[conspire] Advisability of CD-RW or DVD-RW for Distros, Installations?

David Fox dfox94085 at gmail.com
Sat Jul 5 20:30:26 PDT 2008


On Sat, Jul 5, 2008 at 8:01 PM, Mark Weisler
<mark at weisler-saratoga-ca.us> wrote:
> I wonder what you all think of using rewritable CDs and DVDs for burning
> distros and installing from them.

Some of the time, they work rather well. It really depends on the
media you have, how much you can get out of it before you end up with
a disk that has lots of read errors and thus has to be redone, or even
tossed out.

I know I have used cdrw many times - I have a set of 4x Fuji media
that seems ot be able to do many read-write cycles before any sign of
badness on the disk. They're only 650 meg disks, so they aren't all
that suitable for many of the modern distro CDs that go 700= megs. And
I've used DVD-RW disks ( I have a few here - Memorex brand) that end
up being write-once media, for all intents and purposes.
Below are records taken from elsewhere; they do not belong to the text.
/**
 * Splits CSV text into records with papaparse (RFC 4180, Shafranovich 2005), numbering
 * each record by the line of the text it starts on, so a quoted value with a line break
 * in it does not shift the rows after it. A value quoted after a space (`x, "y"`) is
 * read as the quoted value. Stops at the first malformed quote.
 */
function splitRecords(text: string, delimiter: CsvDelimiter): { records: CsvRecord[]; issue: CsvIssue | null } {
  const records: CsvRecord[] = [];
  let issue: CsvIssue | null = null;
  let start = 0;
  let line = 1;
  Papa.parse<string[]>(text, {
    delimiter,
    skipEmptyLines: false,
    step: (result, parser) => {
      const error = result.errors[0];
      if (error !== undefined) {
        const message = error.code === 'MissingQuotes'
          ? `row ${line} has a quote that is never closed`
          : `row ${line} has a quote in the wrong place; a quoted value ends with a quote before the separator or the end of the line`;
        issue = { row: line, message };
        parser.abort();
        return;
      }
      records.push({ line, cells: result.data.map(unquoteSpaced) });
      const end = result.meta.cursor;
      line += lineBreaks(text, start, end);
      start = end;
    },
  });
  return { records, issue };
}

/**
 * For each of the first `count` points, the first earlier point within `tolMm` of it, or
 * −1. A grid of cells `tolMm` wide: a point within tolMm is in one of the 3 × 3 cells
 * around, so the check is linear in the points (expected), not quadratic.
 */
export function firstRepeats(xs: ArrayLike<number>, ys: ArrayLike<number>, count: number, tolMm: number): Int32Array {
  const repeats = new Int32Array(count).fill(-1);
  const cells = new Map<string, number[]>();
  for (let i = 0; i < count; i++) {
    const cx = Math.floor(xs[i] / tolMm);
    const cy = Math.floor(ys[i] / tolMm);
    let first = -1;
    for (let dx = -1; dx <= 1; dx++) {
      for (let dy = -1; dy <= 1; dy++) {
        const near = cells.get(`${cx + dx},${cy + dy}`);
        if (near === undefined) continue;
        for (const j of near) {
          if ((first === -1 || j < first) && Math.hypot(xs[i] - xs[j], ys[i] - ys[j]) <= tolMm) first = j;
        }
      }
    }
    repeats[i] = first;
    const key = `${cx},${cy}`;
    const own = cells.get(key);
    if (own === undefined) cells.set(key, [i]);
    else own.push(i);
  }
  return repeats;
}

/** Reads target points from CSV text; see the module comment for what it accepts. */
export function parsePointsCsv(input: string): PointsCsvResult {
  if (input.length > MAX_POINTS_CSV_CHARS) {
    const kb = Math.round(input.length / 1000);
    return { ok: false, issues: [{ row: 0, message: `the text is ${kb} kB; a target may be at most ${MAX_POINTS_CSV_CHARS / 1000} kB (${MAX_TARGET_POINTS} points)` }] };
  }
  const text = input.charCodeAt(0) === 0xfeff ? input.slice(1) : input;
  const delimiter = detectDelimiter(text);
  const split = splitRecords(text, delimiter);

  const issues: CsvIssue[] = [];
  let more = 0;
  const report = (issue: CsvIssue) => {
    if (issues.length < MAX_LISTED_ISSUES) issues.push(issue);
    else more++;
  };
  if (split.issue !== null) report(split.issue);

  const filled = split.records.filter((r) => !isBlank(r.cells)).map((r) => ({ row: r.line, cells: r.cells }));
  if (filled.length === 0) {
    return { ok: false, issues: issues.length > 0 ? issues : [{ row: 0, message: 'there are no points: expected rows of x and y in mm' }] };
  }

  const first = filled[0];
  // A header is a row of names only; a row mixing numbers and text is a data row with a mistake.
  const hasHeader =
    first.cells.some((c) => /\p{L}/u.test(c)) && first.cells.every((c) => c.trim().length === 0 || parseNumber(c) === null);
  const dataRows = hasHeader ? filled.slice(1) : filled;
  if (dataRows.length > MAX_TARGET_POINTS) {
    return { ok: false, issues: [{ row: 0, message: `there are ${dataRows.length} rows of points; a target may have at most ${MAX_TARGET_POINTS} (resample it first)` }] };
  }
  const found = hasHeader ? columnsFromHeader(first.cells, first.row) : columnsFromWidth(first.cells.length, first.row, delimiter);
  if (!found.ok) return { ok: false, issues: [found.issue] };
  const columns = found.columns;
  const width = first.cells.length;
  const needed = Math.max(columns.x, columns.y, columns.driver, columns.weight) + 1;
  const angleUnit = columns.driverRad ? 'rad' : '°';
  const angleLimit = columns.driverRad ? MAX_DRIVER_VALUE_RAD : MAX_DRIVER_DEG;

  const xs: number[] = [];
  const ys: number[] = [];
  const driver: number[] = [];
  const weights: number[] = [];
  const sourceRows: number[] = [];
  let decimalComma = false;
  for (const { row, cells } of dataRows) {
    if (cells.length !== width) {
      report({ row, message: `row ${row} has ${cells.length} value${cells.length === 1 ? '' : 's'}; the ${hasHeader ? 'header has' : 'first row has'} ${width}` });
      continue;
    }
    if (cells.length < needed) {
      report({ row, message: `row ${row} has ${cells.length} values; expected at least ${needed}` });
      continue;
    }
    const read = (k: number, what: string): number | null => {
      if (k === -1) return 0;
      const cell = cells[k];
      if (cell.trim().length === 0) {
        report({ row, message: `row ${row}: the ${what} value is empty` });
        return null;
      }
      const value = parseNumber(cell);
      if (value === null) report({ row, message: `row ${row}: ${what} is ${show(cell)}, which is not a number` });
      else if (cell.includes(',')) decimalComma = true;
      return value;
    };
    const x = read(columns.x, 'x');
    const y = read(columns.y, 'y');
    const d = read(columns.driver, 'the crank angle');
    const w = read(columns.weight, 'the weight');
    if (x === null || y === null || d === null || w === null) continue;
    if (!(Math.abs(x) <= MAX_TARGET_COORDINATE_MM && Math.abs(y) <= MAX_TARGET_COORDINATE_MM)) {
      report({ row, message: `row ${row}: the point (${x}, ${y}) has a coordinate beyond ±${MAX_TARGET_COORDINATE_MM} mm; move the target nearer the origin` });
      continue;
    }
    if (!(Math.abs(d) <= angleLimit)) {
      report({ row, message: `row ${row}: the crank angle is ${d}${angleUnit === 'rad' ? ' rad' : '°'}; expected an angle from −${angleLimit} to ${angleLimit}${angleUnit === 'rad' ? ' rad' : '°'}` });
      continue;
    }
    if (columns.weight !== -1 && !(w >= 0 && w <= MAX_WEIGHT)) {
      report({ row, message: `row ${row}: the weight is ${w}; expected a number ≥ 0${w >= 0 ? ` and at most ${MAX_WEIGHT} (weights are relative: scale them down)` : ''}` });
      continue;
    }
    xs.push(x);
    ys.push(y);
    driver.push(columns.driverRad ? (d * 180) / Math.PI : d);
    weights.push(w);
    sourceRows.push(row);
  }
  // The last row repeating the first closes the path: a common way to write a loop.
  let count = xs.length;
  let closedByRepeat = false;
  if (count > MIN_TARGET_POINTS && Math.hypot(xs[count - 1] - xs[0], ys[count - 1] - ys[0]) <= REPEATED_POINT_TOL_MM) {
    closedByRepeat = true;
    count--;
  }
  const repeats = firstRepeats(xs, ys, count, REPEATED_POINT_TOL_MM);
  for (let i = 0; i < count; i++) {
    const j = repeats[i];
    if (j !== -1) report({ row: sourceRows[i], message: `row ${sourceRows[i]} repeats the point of row ${sourceRows[j]} (x ${xs[i]}, y ${ys[i]} mm); each point must be different` });
  }
  if (issues.length === 0 && count < MIN_TARGET_POINTS) {
    report({ row: 0, message: `there ${count === 1 ? 'is 1 point' : `are ${count} points`}; a target needs at least ${MIN_TARGET_POINTS}` });
  }
  if (issues.length === 0) {
    let largest = 0;
    let minX = Infinity;
    let maxX = -Infinity;
    let minY = Infinity;
    let maxY = -Infinity;
    for (let i = 0; i < count; i++) {
      largest = Math.max(largest, Math.abs(xs[i]), Math.abs(ys[i]));
      minX = Math.min(minX, xs[i]);
      maxX = Math.max(maxX, xs[i]);
      minY = Math.min(minY, ys[i]);
      maxY = Math.max(maxY, ys[i]);
    }
    const span = Math.max(maxX - minX, maxY - minY);
    const needed = minTargetSpanMm(largest);
    if (!(span >= needed)) {
      report({ row: 0, message: `the points span ${span} mm; a target must span at least ${needed} mm (${MIN_TARGET_SPAN_MM} mm, and ${MIN_TARGET_SPAN_SHARE} × its largest coordinate) for its shape to be represented` });
    }
    if (columns.weight !== -1 && !weights.slice(0, count).some((w) => w > 0)) {
      report({ row: 0, message: 'every weight is 0; expected at least one point with a weight above 0' });
    }
  }
  if (issues.length > 0) {
    const listed = more > 0 ? [...issues, { row: 0, message: `and ${more} more problem${more === 1 ? '' : 's'}` }] : issues;
    return { ok: false, issues: listed };
  }
  const points = xs.slice(0, count).map((x, i) => ({ x, y: ys[i] }));
  return {
    ok: true,
    points,
    driverDeg: columns.driver === -1 ? null : driver.slice(0, count),
    driverUnit: columns.driver === -1 ? null : columns.driverRad ? 'rad' : 'deg',
    weights: columns.weight === -1 ? null : weights.slice(0, count),
    closedByRepeat,
    delimiter,
    decimalComma,
    header: hasHeader ? first.cells.map((c) => c.trim()) : null,
  };
}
For some distros (such as puppy) cdrw works well because the size of
the ISO isn't that much and you don't have to wait that long for the
image to burn.

> * they do take a while to erase and apparently a complete and thorough erase
> is necessary before writing again to the medium. (My experience is that
> the "fast erase", or whatever it is called, will often result in a faulty

Sometimes the quick erase is good enough. But a complete blank is
better. This doesn't apply to DVD RW media, since they can be
regenerated without any separate blanking session.


> * the rewriteables may have a shorter life, 25 years, than the others, rated
> at 30 years, but for  'scratch medium' that is just not a problem.

Well, based on my experience, many disks fail just on their own
(probably due to how they are stored).